# I just got out of there and on my way home



## japanilainen

Hei!

How can I say "I just got out of there and on my way home"?

The context: After doing some things I got out of the door and waiting for the elevator in this building, and mindlessly staring inside the door. And then someone inside the door came up and opened the door and asked me "Do you need to come in?" (The door was locked at the time) I was speechless (again, the language!) and didn't know what to say. Only said "Kiitos" though.

What could I have said to avoid the situation?


----------



## Grumpy Old Man

""I just got out of there and *I'm* on my way home"

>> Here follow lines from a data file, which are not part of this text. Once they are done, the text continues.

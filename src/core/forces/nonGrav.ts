/**
 * Non-gravitational acceleration in the orbit's radial–transverse–normal frame
 * (Marsden, Sekanina & Yeomans 1973, AJ 78, 211, eq. 1):
 *   a = g(r) (A1 ê_R + A2 ê_T + A3 ê_N),
 *   ê_R = r/r,  ê_N = (r × v)/|r × v|,  ê_T = ê_N × ê_R = (r² v − (r·v) r)/(r |r × v|).
 * A1, A2, A3 in au/day² (the acceleration at r = 1 au when g(1) = 1).
 * Partials for the variational equations: ∂a/∂A_k = g ê_k; ∂a/∂r and ∂a/∂v from the
 * derivative of a unit vector u = w/|w|:  du = (I − u uᵀ) dw / |w|  (common practice).
 */
import { nonGravG, type NonGravLaw } from './nonGravLaw.js';

/**
 * Scratch for addNonGravAcceleration, owned by the caller: 3 unit vectors, g and g', and
 * two 3×3 work matrices. Allocate once with `new Float64Array(NONGRAV_SCRATCH)`.
 */
export const NONGRAV_SCRATCH = 32;

/**
 * Writes the unit vectors ê_R, ê_T, ê_N into s[0..8] and g, dg/dr into s[9], s[10] for
 * heliocentric position r (au) and velocity v (au/day) stored at pos[p..p+2], vel[p..p+2].
 * Returns r.
 */
export function rtnFrame(law: NonGravLaw, pos: Float64Array, vel: Float64Array, p: number,
  s: Float64Array): number {
  const x = pos[p], y = pos[p + 1], z = pos[p + 2];
  const vx = vel[p], vy = vel[p + 1], vz = vel[p + 2];
  const r = Math.sqrt(x * x + y * y + z * z);
  const hx = y * vz - z * vy, hy = z * vx - x * vz, hz = x * vy - y * vx;
  const hn = Math.sqrt(hx * hx + hy * hy + hz * hz);
  s[0] = x / r; s[1] = y / r; s[2] = z / r;
  s[6] = hx / hn; s[7] = hy / hn; s[8] = hz / hn;
  // ê_T = ê_N × ê_R
  s[3] = s[7] * s[2] - s[8] * s[1];
  s[4] = s[8] * s[0] - s[6] * s[2];
  s[5] = s[6] * s[1] - s[7] * s[0];
  nonGravG(law, r, s, 9);
  return r;
}

/**
 * Adds g(A1 ê_R + A2 ê_T + A3 ê_N) to acc[o..o+2]. When gradR/gradV are non-null, adds
 * ∂a/∂r and ∂a/∂v; when `partials` is non-null, writes ∂a/∂A1, ∂a/∂A2, ∂a/∂A3 to
 * partials[q..q+8]. `s` is caller scratch of NONGRAV_SCRATCH numbers.
 */
export function addNonGravAcceleration(law: NonGravLaw, a1: number, a2: number, a3: number,
  pos: Float64Array, vel: Float64Array, p: number, acc: Float64Array, o: number,
  gradR: Float64Array | null, gradV: Float64Array | null, partials: Float64Array | null, q: number,
  s: Float64Array): void {
  const r = rtnFrame(law, pos, vel, p, s);
  const g = s[9];
  const dg = s[10];
  for (let i = 0; i < 3; i++) acc[o + i] += g * (a1 * s[i] + a2 * s[3 + i] + a3 * s[6 + i]);
  if (partials !== null) {
    for (let i = 0; i < 3; i++) {
      partials[q + i] = g * s[i];
      partials[q + 3 + i] = g * s[3 + i];
      partials[q + 6 + i] = g * s[6 + i];
    }
  }
  if (gradR === null || gradV === null) return;
  const x = pos[p], y = pos[p + 1], z = pos[p + 2];
  const vx = vel[p], vy = vel[p + 1], vz = vel[p + 2];
  const hx = y * vz - z * vy, hy = z * vx - x * vz, hz = x * vy - y * vx;
  const hn = Math.sqrt(hx * hx + hy * hy + hz * hz);
  const sv = x * vx + y * vy + z * vz;
  const r2 = r * r;
  // (1) g' (A1 ê_R + A2 ê_T + A3 ê_N) ê_Rᵀ
  for (let i = 0; i < 3; i++) {
    const w = dg * (a1 * s[i] + a2 * s[3 + i] + a3 * s[6 + i]);
    for (let j = 0; j < 3; j++) gradR[3 * i + j] += w * s[j];
  }
  // (2) g A1 dê_R/dr = g A1 (I − ê_R ê_Rᵀ)/r
  const cR = (g * a1) / r;
  for (let i = 0; i < 3; i++) {
    for (let j = 0; j < 3; j++) gradR[3 * i + j] += cR * ((i === j ? 1 : 0) - s[i] * s[j]);
  }
  const m = 11; // work matrix at s[11..19]
  // (3) g A3 dê_N: dh/dr = −[v]×, dh/dv = [r]×, scaled by (I − ê_N ê_Nᵀ)/|h|
  if (a3 !== 0) {
    crossMatrix(-vx, -vy, -vz, s, m);
    addProjected(s, 6, m, (g * a3) / hn, gradR);
    crossMatrix(x, y, z, s, m);
    addProjected(s, 6, m, (g * a3) / hn, gradV);
  }
  // (4) g A2 dê_T: w = r² v − (r·v) r, |w| = r |h|;
  //     dw/dr = 2 v rᵀ − r vᵀ − (r·v) I,  dw/dv = r² I − r rᵀ
  if (a2 !== 0) {
    for (let i = 0; i < 3; i++) {
      for (let j = 0; j < 3; j++) {
        s[m + 3 * i + j] = 2 * vel[p + i] * pos[p + j] - pos[p + i] * vel[p + j] - (i === j ? sv : 0);
      }
    }
    addProjected(s, 3, m, (g * a2) / (r * hn), gradR);
    for (let i = 0; i < 3; i++) {
      for (let j = 0; j < 3; j++) s[m + 3 * i + j] = (i === j ? r2 : 0) - pos[p + i] * pos[p + j];
    }
    addProjected(s, 3, m, (g * a2) / (r * hn), gradV);
  }
}

/** s[m..m+8] = [w]×, the matrix of w × (·). */
function crossMatrix(wx: number, wy: number, wz: number, s: Float64Array, m: number): void {
  s[m] = 0; s[m + 1] = -wz; s[m + 2] = wy;
  s[m + 3] = wz; s[m + 4] = 0; s[m + 5] = -wx;
  s[m + 6] = -wy; s[m + 7] = wx; s[m + 8] = 0;
}

/** out += c (I − u uᵀ) M, with u = s[uo..uo+2] and M = s[m..m+8]. */
function addProjected(s: Float64Array, uo: number, m: number, c: number, out: Float64Array): void {
  const u0 = s[uo], u1 = s[uo + 1], u2 = s[uo + 2];
  for (let j = 0; j < 3; j++) {
    const m0 = s[m + j], m1 = s[m + 3 + j], m2 = s[m + 6 + j];
    const dot = u0 * m0 + u1 * m1 + u2 * m2; // (uᵀ M)_j
    out[j] += c * (m0 - u0 * dot);
    out[3 + j] += c * (m1 - u1 * dot);
    out[6 + j] += c * (m2 - u2 * dot);
  }
}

I'm not sure I understand your explanation of the situation perfectly, but translating the above sentence is easy: _Tulin juuri ulos sieltä ja menen kotiin / olen menossa kotiin / olen kotiin menossa / olen matkalla kotiin.
_In informal colloquial style _just_ is often used instead of the correct _juuri._

GOM


----------



## sakvaka

Hmm... It is simpler than you thought.

_- Ootko tulossa sisään?_
_- En._

Or to elaborate: _En, kävin just siellä._ / _Oon just tulossa sieltä._ / _En, oottelen vaan._ (I'm just waiting.)

Alert: spoken Finnish.


----------



## japanilainen

I appreciate your answers


----------